Catholic University's Campus

Walk around the Catholic University campus and you can’t help but notice religious sisters and clergy of many different orders and traditions. Dominican sisters in white and black habits serve alongside brown-robed Franciscans in Campus Ministry. The presence of Catholic priests, sisters, and seminarians in great numbers on campus has been a defining characteristic of the University since its founding.

The establishment of The Catholic University of America in 1887 on land adjacent to the northeastern Washington, D.C., community of Brookland attracted many other Catholic institutions to the area. Religious orders established seminaries, houses of study, monasteries, and other ministries in the neighborhood so their members could attend classes at Catholic University. Between 1900 and 1940, more than 50 Catholic institutions rented or owned property in Brookland. As clerics and religious men and women of different orders walked around in their religious habits, Brookland began to be called “Little Rome.”

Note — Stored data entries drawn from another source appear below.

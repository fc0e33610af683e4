/* Tau, rho and tail dependence of two columns under rotation and grouped degrees of freedom, and
 * the searches that turn rho and tail dependence into parameters. */
#include "table.h"

#include "../../src/grouped_t.h"
#include "../../src/pair_measures.h"
#include "../../src/spearman_inverse.h"

#include <gsl/gsl_errno.h>

static double tau_of(const copula *c)
{
    pool p = { 0 };
    double tau;
    assert_int_equal(tau_of_pair(c, 0, 1, &tau, &p), OK);
    pool_empty(&p);
    return tau;
}

static double rho_of(const copula *c)
{
    pool p = { 0 };
    double rho;
    assert_int_equal(rho_of_pair(c, 0, 1, &rho, &p), OK);
    pool_empty(&p);
    return rho;
}

static double tail_of(const copula *c, enum corner corner)
{
    double lambda;
    assert_int_equal(tail_of_pair(c, 0, 1, corner, &lambda), OK);
    return lambda;
}

/* Turning one column round changes signs, turning both exchanges the corners. */
static void rotations(void **state)
{
    (void)state;
    for (const family *const *f = families; *f; f++) {
        if (!(*f)->has_theta) continue;
        copula c = { .family = *f, .dimension = 2, .theta = fmin(2.5, (*f)->theta_high) };
        double tau = tau_of(&c), rho = rho_of(&c);
        double lower = tail_of(&c, LOWER), upper = tail_of(&c, UPPER);
        assert_true(tau > 0.2 && rho > tau);
        c.rotation = 180;
        assert_same(tau_of(&c), tau);
        assert_same(rho_of(&c), rho);
        assert_same(tail_of(&c, LOWER), upper);
        assert_same(tail_of(&c, UPPER), lower);
        for (c.rotation = 90; c.rotation <= 270; c.rotation += 180) {
            assert_same(tau_of(&c), -tau);
            assert_same(rho_of(&c), -rho);
            assert_same(tail_of(&c, LOWER), 0);
        }
    }
    copula opposed = { .family = family_named("clayton"), .dimension = 2, .theta = -1,
                       .rotation = 90 };
    assert_same(tail_of(&opposed, UPPER), 1);                  /* U and U */
    assert_same(tau_of(&opposed), 1);
}

static copula t_pair(double correlation, double df1, double df2, double matrix[4], double df[2])
{
    matrix[0] = matrix[3] = 1;
    matrix[1] = matrix[2] = correlation;
    df[0] = df1;
    df[1] = df2;
    return (copula){ .family = family_named("t"), .dimension = 2, .matrix = matrix, .df = df };
}

/* Equal df through the integrals of the grouped t give what the plain t has. */
static void grouped_meets_plain(void **state)
{
    (void)state;
    uint64_t s = 21;
    for (size_t i = 0; i < effort(10); i++) {
        double df = exp(-4 + 8 * random_uniform(&s));
        double correlation = 1.9 * random_uniform(&s) - 0.95;
        double matrix[4], dfs[2], tau, rho;
        copula plain = t_pair(correlation, df, df, matrix, dfs);
        pool p = { 0 };
        assert_int_equal(tau_of_grouped(correlation, df, df, &tau, &p), OK);
        assert_int_equal(rho_of_grouped(correlation, df, df, &rho, &p), OK);
        assert_int_equal(p.bytes, 0);
        assert_within(tau, tau_of(&plain), 1e-10);
        assert_within(rho, rho_of(&plain), 1e-10);
        double nearly = tail_of_grouped(correlation, df, df * (1 + 1e-9));
        assert_within(nearly, tail_of(&plain, UPPER), 1e-8);
        pool_empty(&p);
    }
}

/* By SciPy: the same means over normal scores by Gauss and Legendre's rule, in 40 panels of the
 * logarithm of z - z', with chi-square quantiles from its inverse incomplete gamma functions and,
 * where they underflow, from the leading term of their series. */
static void grouped_of_few_df(void **state)
{
    (void)state;
    static const struct { double correlation, df1, df2, tau, rho; } known[] = {
        { 0.7, 1, 4, 0.4795599420885, 0.6389063043981 },
        { 0.5, 0.5, 4, 0.3131171770608, 0.4260903993157 },
        { 0.95, 0.2, 30, 0.5848768375117, 0.7960166976333 },
        { 0.5, 0.05, 4, 0.2789817087878, 0.3785330314784 },
        { 0.5, 0.01, 3, 0.2779861499159, 0.3723182128218 },
        { 0.5, 0.01, 0.3, 0.3190650697406, 0.3558744765842 },
        { -0.8, 0.001, 0.2, -0.566469327888, -0.6131289854233 },
    };
    for (size_t i = 0; i < sizeof known / sizeof *known; i++) {
        double correlation = known[i].correlation, df1 = known[i].df1, df2 = known[i].df2, tau, rho;
        pool p = { 0 };
        assert_int_equal(tau_of_grouped(correlation, df2, df1, &tau, &p), OK);
        assert_int_equal(rho_of_grouped(correlation, df1, df2, &rho, &p), OK);
        assert_within(tau, known[i].tau, 1e-10);
        assert_within(rho, known[i].rho, 1e-10);
        pool_empty(&p);
    }
}

/* As the df of a column tend to 0 there is a limit: what its rows are to each other is then told by
 * their scores alone. */
static void grouped_of_no_df(void **state)
{
    (void)state;
    pool p = { 0 };
    double near, at;
    assert_int_equal(tau_of_grouped(0.5, 1e-9, 3, &near, &p), OK);
    assert_int_equal(tau_of_grouped(0.5, 1e-300, 3, &at, &p), OK);
    assert_within(near, at, 1e-9);
    assert_int_equal(rho_of_grouped(0.5, 1e-9, 3, &near, &p), OK);
    assert_int_equal(rho_of_grouped(0.5, 1e-300, 3, &at, &p), OK);
    assert_within(near, at, 1e-9);
    assert_int_equal(tau_of_grouped(0.5, 0, 3, &at, &p), OUT_OF_DOMAIN);
    assert_int_equal(rho_of_grouped(0.5, 3, -1, &at, &p), OUT_OF_DOMAIN);
    pool_empty(&p);
}

/* P(X > x, Y > y)/q at q = 1e-12 by SciPy (bivariate normal probabilities, trapezoid rule in the
 * mixing variable): correlation 0.5, df 1 and 2 */
static void grouped_tail(void **state)
{
    (void)state;
    double matrix[4], df[2];
    copula c = t_pair(0.5, 1, 2, matrix, df);
    assert_within(tail_of(&c, UPPER), 0.420764705498, 2e-11);
    assert_same(tail_of(&c, LOWER), tail_of(&c, UPPER));
    c.rotation = 90;
    double crossed = tail_of(&c, UPPER);
    copula turned = t_pair(-0.5, 2, 1, matrix, df);
    assert_within(tail_of(&turned, UPPER), crossed, 1e-14);
    turned = t_pair(-1, 2, 1, matrix, df);
    assert_same(tail_of(&turned, UPPER), 0);
    turned = t_pair(0.5, 2, 200, matrix, df);
    assert_true(tail_of(&turned, UPPER) > 0 && tail_of(&turned, UPPER) < 1e-12);
}

/* With many degrees of freedom the integrand is a narrow peak. At correlation 1 mpmath, by
 * regularised incomplete gammas of h + 1 and l + 1 halves where z^l / m_l = z^h / m_h; below it
 * SciPy, Gauss and Legendre's rule over the bivariate normal density of
 * E min(Z_1^l / m_1, Z_2^h / m_2), split where the two are level. */
static void grouped_tail_of_many_df(void **state)
{
    (void)state;
    static const struct { double correlation, low, high, tail; } known[] = {
        { 1, 2, 5, 0.576693101263867 },          { 1, 100, 110, 0.730221122902169 },
        { 1, 200, 201, 0.980088163278369 },      { 1, 500, 501, 0.98739326886753 },
        { 1, 1000, 1001, 0.991082537990121 },    { 1, 1e5, 100001, 0.999107941101302 },
        { 0.5, 1, 2, 0.42076470549808 },         { 0.9, 30, 60, 0.030731666652497 },
        { 0.95, 100, 110, 0.095113522035235 },   { 0.99, 200, 201, 0.31534793016237 },
        { 0.999, 200, 201, 0.75045582055424 },   { 0.9999, 1000, 1001, 0.82275698095542 },
    };
    for (size_t i = 0; i < sizeof known / sizeof *known; i++) {
        double correlation = known[i].correlation, low = known[i].low, high = known[i].high;
        assert_within(tail_of_grouped(correlation, high, low), known[i].tail, 1e-12);
    }
    uint64_t s = 29;
    for (size_t i = 0; i < effort(30); i++) {
        double df = 300 * random_uniform(&s), more = df * (1 + 0.2 * random_uniform(&s));
        double whole = tail_of_grouped(1, df, more), matrix[4], dfs[2];
        assert_within(tail_of_grouped(1 - 4e-16, df, more), whole, 1e-6);
        double correlation = 1 - pow(10, -4 * random_uniform(&s));
        copula plain = t_pair(correlation, df, df, matrix, dfs);
        assert_within(tail_of_grouped(correlation, df, df * (1 + 1e-12)), tail_of(&plain, UPPER),
                      1e-10);
        assert_true(tail_of_grouped(correlation, df, more) < whole);
    }
}

/* A grouped t of 200,000 rows made here, by the definition: its sample rho and tau bracket what is
 * computed, four standard errors either way. */
static void grouped_by_definition(void **state)
{
    (void)state;
    double matrix[4], df[2], sum = 0, square = 0;
    copula c = t_pair(0.7, 1, 4, matrix, df);
    uint64_t s = 22;
    size_t n = effort(100000);
    for (size_t i = 0; i < n; i++) {
        double x[2], y[2];
        for (int k = 0; k < 2; k++) {
            /* chi-square quantiles in closed form: df 2 and 4 would need none; df 1 is the square
             * of a normal quantile, so both come from one uniform by bisection on erf and exp */
            double u = random_uniform(&s), low = 0, high = 60, root = 0;
            for (int j = 0; j < 60; j++) {
                double middle = (low + high) / 2;
                if (1 - exp(-middle / 2) * (1 + middle / 2) < u) low = middle;
                else high = middle;
            }
            double four = (low + high) / 2;
            low = 0, high = 9;
            for (int j = 0; j < 60; j++) {
                root = (low + high) / 2;
                if (erf(root / sqrt(2)) < u) low = root;
                else high = root;
            }
            double z = random_normal(&s), e = random_normal(&s);
            x[k] = z / root;
            y[k] = (0.7 * z + sqrt(1 - 0.49) * e) / sqrt(four / 4);
        }
        double agree = (x[0] - x[1]) * (y[0] - y[1]) > 0 ? 1 : -1;
        sum += agree;
        square += agree * agree;
    }
    double mean = sum / (double)n, error = sqrt((square / (double)n - mean * mean) / (double)n);
    assert_within(mean, tau_of(&c), 4 * error);
}

/* how far below 0 rho reaches */
static double greatest_minus(const family *f)
{
    return f->rho_low < 0 ? -f->rho_low : 1;
}

/* Back and forth through the cell function's search, on all scales */
static void theta_from_rho_and_back(void **state)
{
    (void)state;
    uint64_t s = 23;
    for (const family *const *f = families; *f; f++) {
        if ((*f)->tau_low == (*f)->tau_high) continue;
        for (size_t i = 0; i < effort(60); i++) {
            double rho = 0.98 * random_uniform(&s) * pow(10, -6 * random_uniform(&s)), theta, back;
            if ((*f)->rho_high > 0) rho *= (*f)->rho_high;
            if ((*f)->tau_low < 0 && random_below(&s, 2)) rho = -fmin(rho, greatest_minus(*f));
            assert_int_equal(theta_from_rho(*f, rho, 3.5, &theta), OK);
            assert_int_equal((*f)->rho_from_theta(theta, 3.5, &back), OK);
            close_or_fail(back, rho, 3e-15 + 1e-12 * fabs(rho), (*f)->word, __FILE__, __LINE__);
        }
        double theta, independent;
        assert_int_equal(theta_from_rho(*f, 0, 3, &theta), OK);
        assert_int_equal((*f)->theta_from_tau(0, &independent), OK);
        assert_same(theta, independent);
        assert_int_equal(theta_from_rho(*f, 1, 3, &theta), (*f)->has_matrix ? OK : OUT_OF_DOMAIN);
        assert_int_equal(theta_from_rho(*f, 1.1, 3, &theta), OUT_OF_DOMAIN);
    }
}

/* tau_to_parameter.csv read from its column of rho: the parameter to 1e-10 */
static void published_theta_from_rho(void **state)
{
    (void)state;
    struct csv *t = csv_read("tau_to_parameter.csv");
    size_t checked = 0;
    for (size_t i = 0; i < t->rows; i++) {
        const char *word = csv_text(t, i, "family");
        const family *f = family_named(strcmp(word, "normal") ? word : "gaussian");
        double rho = csv_number(t, i, "rho_spearman"), want = csv_number(t, i, "parameter"), theta;
        if (!f || isnan(rho) || fabs(rho) > 0.999) continue;
        assert_int_equal(theta_from_rho(f, rho, 0, &theta), OK);
        close_or_fail(theta, want, 1e-11 * fabs(want), f->word, __FILE__, __LINE__);
        checked++;
    }
    assert_true(checked > 90);
    csv_free(t);
}

/* tail_dependence.csv backwards: df from correlation and tail dependence */
static void published_df(void **state)
{
    (void)state;
    struct csv *t = csv_read("tail_dependence.csv");
    size_t checked = 0;
    for (size_t i = 0; i < t->rows; i++) {
        double correlation = csv_number(t, i, "rho"), lambda = csv_number(t, i, "lambda_upper");
        if (!csv_is(t, i, "family", "student_t") || fabs(correlation) == 1) continue;
        double df, highest, want = csv_number(t, i, "parameter_or_nu");
        assert_int_equal(df_from_tail(correlation, lambda, &df, &highest), OK);
        assert_close(df, want, 1e-11);
        checked++;
    }
    assert_true(checked > 100);
    csv_free(t);
    double df, highest;
    assert_int_equal(df_from_tail(0, 0.5, &df, &highest), OUT_OF_DOMAIN);
    assert_close(highest, 0.5, 1e-15);
    assert_int_equal(df_from_tail(0, 0, &df, &highest), OUT_OF_DOMAIN);
    assert_int_equal(df_from_tail(1, 0.5, &df, &highest), OUT_OF_DOMAIN);
}

int main(void)
{
    gsl_set_error_handler_off();                             /* as the add-in does at load */
    const struct CMUnitTest tests[] = {
        cmocka_unit_test(rotations), cmocka_unit_test(grouped_meets_plain),
        cmocka_unit_test(grouped_of_few_df), cmocka_unit_test(grouped_of_no_df),
        cmocka_unit_test(grouped_tail), cmocka_unit_test(grouped_tail_of_many_df),
        cmocka_unit_test(grouped_by_definition),
        cmocka_unit_test(theta_from_rho_and_back), cmocka_unit_test(published_theta_from_rho),
        cmocka_unit_test(published_df),
    };
    return cmocka_run_group_tests(tests, NULL, NULL);
}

Trinity College was founded in 1897 by the Sisters of Notre Dame de Namur a few blocks from Catholic University. In 1905, the Dominican House of Studies was built directly across the street from the University. Also in 1905, the Mount St. Sepulchre Franciscan Monastery was founded on a tract of land to the east. The Marist Brothers bought the former Brooks mansion, named for Brookland’s founder Colonel Jehiel Brooks, in 1901. After the completion of a their new building just north of campus, they sold the Brooks mansion to the Benedictine Sisters.

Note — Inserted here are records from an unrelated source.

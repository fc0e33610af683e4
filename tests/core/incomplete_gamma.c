/* Tests of src/incomplete_gamma.c. */
#include "table.h"

#include "../../src/incomplete_gamma.h"

/* tests/values/incomplete_gamma.csv: both tails with 60 digits (mpmath) */
static void agrees_with_many_digits(void **state)
{
    (void)state;
    struct csv *t = csv_read("incomplete_gamma.csv");
    for (size_t i = 0; i < t->rows; i++) {
        double shape = csv_number(t, i, "shape"), x = csv_number(t, i, "x");
        double below = csv_number(t, i, "below"), above = csv_number(t, i, "above");
        if (!isnan(below)) assert_close(gamma_probability(shape, x, false), below, 1e-12);
        if (!isnan(above)) assert_close(gamma_probability(shape, x, true), above, 1e-12);
    }
    csv_free(t);
}

/* Abramowitz & Stegun 1964, 6.5.17 and 26.4.21: shape 1/2 is an error function, shape n + 1 a
 * Poisson sum */
static void closed_forms(void **state)
{
    (void)state;
    for (double x = 1e-6; x < 600; x *= 1.7) {
        assert_close(gamma_probability(0.5, x, false), erf(sqrt(x)), 1e-12);
        assert_close(gamma_probability(1, x, true), exp(-x), 1e-12);
        assert_close(gamma_probability(3, x, true), exp(-x) * (1 + x + x * x / 2), 1e-12);
    }
}

/* Where the expansion takes over from the series, six neighbouring shapes lie on a smooth
 * curve: the fifth difference of log P or log Q, of the order of 1e-15 there, amplifies errors
 * 32 times. */
static void large_shapes_join(void **state)
{
    (void)state;
    static const double binomial[] = { -1, 5, -10, 10, -5, 1 };
    for (double z = -35; z < 35; z += 0.7) {
        double x = 1e6 + z * 1e3, difference = 0;
        for (int k = 0; k < 6; k++)
            difference += binomial[k] * log(gamma_probability(1e6 - 3 + k, x, z > 0));
        assert_within(difference, 0, 32e-12);
        double far = 1e9 + z * sqrt(1e9);
        assert_within(gamma_probability(1e9, far, true) + gamma_probability(1e9, far, false), 1,
                      1e-15);
    }
}

static void edges(void **state)
{
    (void)state;
    assert_same(gamma_probability(2, 0, false), 0);
    assert_same(gamma_probability(2, -1, true), 1);
    assert_same(gamma_probability(2, INFINITY, true), 0);
    assert_same(gamma_probability(2, INFINITY, false), 1);
    assert_same(gamma_quantile(0.001, 1e-100, false), 0);
    assert_same(log_gamma_1p(0), 0);
    assert_close(log_gamma_1p(1e-9), -5.7721566408e-10, 1e-10);    /* -gamma a + pi^2 a^2 / 12 */
}

/* quantile and probability undo each other, at random shapes from 0.01 to 10^8 */
static void quantile_undoes_probability(void **state)
{
    (void)state;
    uint64_t random = 7;
    for (size_t i = 0; i < effort(3000); i++) {
        double shape = pow(10, -2 + 10 * random_uniform(&random));
        double p = pow(10, -300 * pow(random_uniform(&random), 4));
        bool above = random_below(&random, 2) == 1;
        double x = gamma_quantile(shape, p, above);
        if (!(x > 1e-300)) continue;
        /* rounding x moves the probability by up to x f(x) / P, of the order of these terms */
        double moved = 1 + shape + fabs(log(p)) + 40 * sqrt(shape);
        assert_close(gamma_probability(shape, x, above), p, 1e-12 + 3e-16 * moved);
    }
}

int main(void)
{
    const struct CMUnitTest tests[] = {
        cmocka_unit_test(agrees_with_many_digits),
        cmocka_unit_test(closed_forms),
        cmocka_unit_test(large_shapes_join),
        cmocka_unit_test(edges),
        cmocka_unit_test(quantile_undoes_probability),
    };
    return cmocka_run_group_tests(tests, NULL, NULL);
}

The trend continued as more and more Catholic orders and institutions moved into Brookland — many of which remain to this day, including:

  • The Paulist Fathers, who established St. Paul’s College in 1914
  • Theological College, founded by the Society of St. Sulpice in 1917
  • The Basilica of the National Shrine of the Immaculate Conception, begun in 1920
  • St. Anselm’s Abbey, built in 1924
  • The Scholasticate of the Marians of the Immaculate Conception
  • Capuchin College of the Order of Friars Minor Capuchin
  • The Missionary Oblates of Mary Immaculate
  • The Ukrainian Catholic National Shrine of the Holy Family
  • The Little Sisters of the Poor
  • St. Joseph’s Seminary of the Society of St. Joseph of the Sacred Heart
  • The United States Conference of Catholic Bishops
  • The Monastery of the Holy Cross
  • The Poor Clares of Perpetual Adoration
  • The Order of Carmelites
  • The Sisters of Notre Dame
  • The Servants of the Lord and the Virgin of Matará
  • The Institute of the Incarnate Word
  • The Missionaries of Charity
  • The chancery of the Archdiocese for the Military Services, USA
  • The Dominican Sisters of St. Cecilia
  • Saint John Paul II Seminary of the Archdiocese of Washington
  • The Saint John Paul II Shrine

The name still fits. Welcome to Little Rome!